_Provided entries_:
package main

import (
	"encoding/json"
	"fmt"
	"os"
	"path/filepath"
	"strings"
	"testing"

	"pcqc/demo"
)

type applySummary struct {
	summaryChecks
	Batch struct {
		MissingVariables []string `json:"missing_variables"`
		Flagged          []string `json:"flagged"`
		Shift            []struct {
			Variable string  `json:"variable"`
			ShiftSD  float64 `json:"shift_sd"`
		} `json:"shift"`
	} `json:"batch"`
}

// The demo applies the survey's model to its later batch: the planted
// conductivity drift is found and blamed on conductivity.
func TestDemoAppliesToTheLaterBatch(t *testing.T) {
	out := filepath.Join(t.TempDir(), "demo")
	if status, stdout, stderr := runPCQC(t, "demo", "--out", out, "--bootstrap", "20", "--permutations", "50", "--format", "none"); status != exitOK || !strings.Contains(stdout, "later batch") {
		t.Fatalf("%d %s %s", status, stdout, stderr)
	}
	sub := filepath.Join(out, "later-batch")
	for _, name := range []string{"demo-later-batch.csv", "scores.csv", "samples.csv", "contributions.csv", "summary.json"} {
		if _, err := os.Stat(filepath.Join(sub, name)); err != nil {
			t.Errorf("%s: %v", name, err)
		}
	}
	s := readSummaryFile[applySummary](t, sub)
	if s.status("apply-shift") != "warn" || !strings.Contains(s.message("apply-shift"), demo.DriftVariable) {
		t.Errorf("apply-shift %s: %s", s.status("apply-shift"), s.message("apply-shift"))
	}
	if s.status("apply-outliers-q") != "warn" || len(s.Batch.Flagged) < 30 {
		t.Errorf("outliers-q %s, %d flagged", s.status("apply-outliers-q"), len(s.Batch.Flagged))
	}
	// Every drifted sample flagged is blamed on conductivity by its Q
	// contributions.
	rows := readCSV(t, filepath.Join(sub, "contributions.csv"))
	best := map[string]string{}
	bestQ := map[string]float64{}
	for _, r := range rows[1:] {
		var q float64
		json.Unmarshal([]byte(r[3]), &q)
		if q > bestQ[r[0]] {
			bestQ[r[0]], best[r[0]] = q, r[1]
		}
	}
	blamed := 0
	for sample, variable := range best {
		month := sample[len(sample)-7:]
		if month < demo.DriftFrom {
			continue
		}
		if variable == demo.DriftVariable {
			blamed++
		} else {
			t.Errorf("%s (drifted) blamed on %s", sample, variable)
		}
	}
	if blamed < 30 {
		t.Errorf("only %d drifted samples blamed on %s", blamed, demo.DriftVariable)
	}
}

func TestApplyCommand(t *testing.T) {
	dir := t.TempDir()
	audit := filepath.Join(dir, "audit")
	if status, _, stderr := runPCQC(t, "run", usarrestsPath, "--out", audit, "--bootstrap", "0", "--format", "none", "--components", "2"); status != exitOK {
		t.Fatal(stderr)
	}
	if _, err := os.Stat(filepath.Join(audit, "model.json")); err != nil {
		t.Fatalf("run wrote no model.json: %v", err)
	}
	// Its own training data: nothing drifts; scores equal the run's.
	out := filepath.Join(dir, "self")
	if status, _, stderr := runPCQC(t, "apply", audit, usarrestsPath, "--out", out, "--format", "md"); status != exitOK {
		t.Fatalf("%d %s", status, stderr)
	}
	s := readSummaryFile[applySummary](t, out)
	if s.status("apply-variables") != "pass" || s.status("apply-shift") != "pass" {
		t.Errorf("self: %+v", s.Checks)
	}
	a, b := readCSV(t, filepath.Join(audit, "scores.csv")), readCSV(t, filepath.Join(out, "scores.csv"))
	for i := 1; i < len(a); i++ {
		for c := 1; c < len(a[i]); c++ {
			var x, y float64
			json.Unmarshal([]byte(a[i][c]), &x)
			json.Unmarshal([]byte(b[i][c]), &y)
			if d := x - y; d > 1e-10 || d < -1e-10 {
				t.Fatalf("score %s %s: %v vs %v", a[i][0], a[0][c], x, y)
			}
		}
	}
	md, _ := os.ReadFile(filepath.Join(out, "report.md"))
	if !strings.Contains(string(md), "## New samples") || !strings.Contains(string(md), "Westerhuis") {
		t.Error("apply report lacks its sections")
	}

	// A missing model variable fails apply-variables, clearly, and nothing
	// is scored; an extra column is ignored with a note.
	src, _ := os.ReadFile(usarrestsPath)
	text := strings.Replace(string(src), "UrbanPop", "Urban", 1)
	text = strings.Replace(text, "state,", "state,notes,", 1)
	lines := strings.Split(strings.TrimSpace(text), "\n")
	for i := 1; i < len(lines); i++ {
		c := strings.Index(lines[i], ",")
		lines[i] = lines[i][:c] + ",ok" + lines[i][c:]
	}
	renamed := writeFile(t, dir, "renamed.csv", strings.Join(lines, "\n")+"\n")
	out = filepath.Join(dir, "renamed")
	status, stdout, stderr := runPCQC(t, "apply", audit, renamed, "--out", out, "--format", "md")
	if status != exitChecks || !strings.Contains(stdout, "lack model variables") {
		t.Fatalf("missing variable: %d %s %s", status, stdout, stderr)
	}
	s = readSummaryFile[applySummary](t, out)
	if s.status("apply-variables") != "fail" || !strings.Contains(s.message("apply-variables"), "UrbanPop") || len(s.Batch.MissingVariables) != 1 {
		t.Errorf("missing variable: %s %s", s.status("apply-variables"), s.message("apply-variables"))
	}
	if s.status("apply-outliers-t2") != "skip" {
		t.Errorf("outliers checked without the variables: %s", s.status("apply-outliers-t2"))
	}

	// Refusals: flags the model fixes, a folder without a model, a model
	// of a newer format.
	for _, c := range []struct {
		args []string
		want string
	}{
		{[]string{"apply", audit, usarrestsPath, "--scale", "none"}, "--scale is fixed by the saved model"},
		{[]string{"apply", dir, usarrestsPath}, "cannot read the model"},
		{[]string{"apply", audit}, "expects an audit folder and a data file"},
	} {
		status, _, stderr := runPCQC(t, append(c.args, "--out", filepath.Join(dir, "x"))...)
		if status != exitUsage || !strings.Contains(stderr, c.want) {
			t.Errorf("%v: %d %q", c.args, status, stderr)
		}
	}
	model, _ := os.ReadFile(filepath.Join(audit, "model.json"))
	os.WriteFile(filepath.Join(audit, "model.json"), []byte(strings.Replace(string(model), `"format": 1`, `"format": 7`, 1)), 0o644)
	status, _, stderr = runPCQC(t, "apply", audit, usarrestsPath, "--out", filepath.Join(dir, "y"))
	if status != exitUsage || !strings.Contains(stderr, "format 7, newer than") {
		t.Errorf("newer model: %d %q", status, stderr)
	}
}

// A new batch whose header spells a name in another Unicode normal form
// (NFD "a" + combining diaeresis) meets the model's NFC variable.
func TestApplyMatchesNamesInNFC(t *testing.T) {
	dir := t.TempDir()
	const nfc, nfd = "K\u00e4lte", "Ka\u0308lte"
	rows := "id,%s,b,c\ns1,1,2,3.5\ns2,2,1,4\ns3,3,5,1\ns4,4,3,2\ns5,5,4,6\ns6,6,7,5\ns7,7,5,8\n"
	train := filepath.Join(dir, "train.csv")
	batch := filepath.Join(dir, "batch.csv")
	os.WriteFile(train, []byte(fmt.Sprintf(rows, nfc)), 0o644)
	os.WriteFile(batch, []byte(fmt.Sprintf(rows, nfd)), 0o644)
	audit := filepath.Join(dir, "audit")
	if status, _, stderr := runPCQC(t, "run", train, "--out", audit, "--format", "none", "--bootstrap", "0", "--components", "2", "--fail-on", "never"); status != exitOK {
		t.Fatalf("run: %d %s", status, stderr)
	}
	out := filepath.Join(dir, "applied")
	status, stdout, stderr := runPCQC(t, "apply", audit, batch, "--out", out, "--format", "none", "--fail-on", "never")
	if status != exitOK || !strings.Contains(stdout, "7 new samples scored") {
		t.Fatalf("apply: %d %s %s", status, stdout, stderr)
	}
	var summary struct {
		Checks []struct{ ID, Status string }
	}
	b, _ := os.ReadFile(filepath.Join(out, "summary.json"))
	if err := json.Unmarshal(b, &summary); err != nil {
		t.Fatal(err)
	}
	for _, c := range summary.Checks {
		if c.ID == "apply-variables" && c.Status != "pass" {
			t.Errorf("apply-variables is %s: a variable was not matched", c.Status)
		}
	}
}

_Exercise_: Copy, please, exactly the lines that start at the first line of the data and end at the line containing "batch: the planted", both kept and no others.

_The answer_:
package main

import (
	"encoding/json"
	"fmt"
	"os"
	"path/filepath"
	"strings"
	"testing"

	"pcqc/demo"
)

type applySummary struct {
	summaryChecks
	Batch struct {
		MissingVariables []string `json:"missing_variables"`
		Flagged          []string `json:"flagged"`
		Shift            []struct {
			Variable string  `json:"variable"`
			ShiftSD  float64 `json:"shift_sd"`
		} `json:"shift"`
	} `json:"batch"`
}

// The demo applies the survey's model to its later batch: the planted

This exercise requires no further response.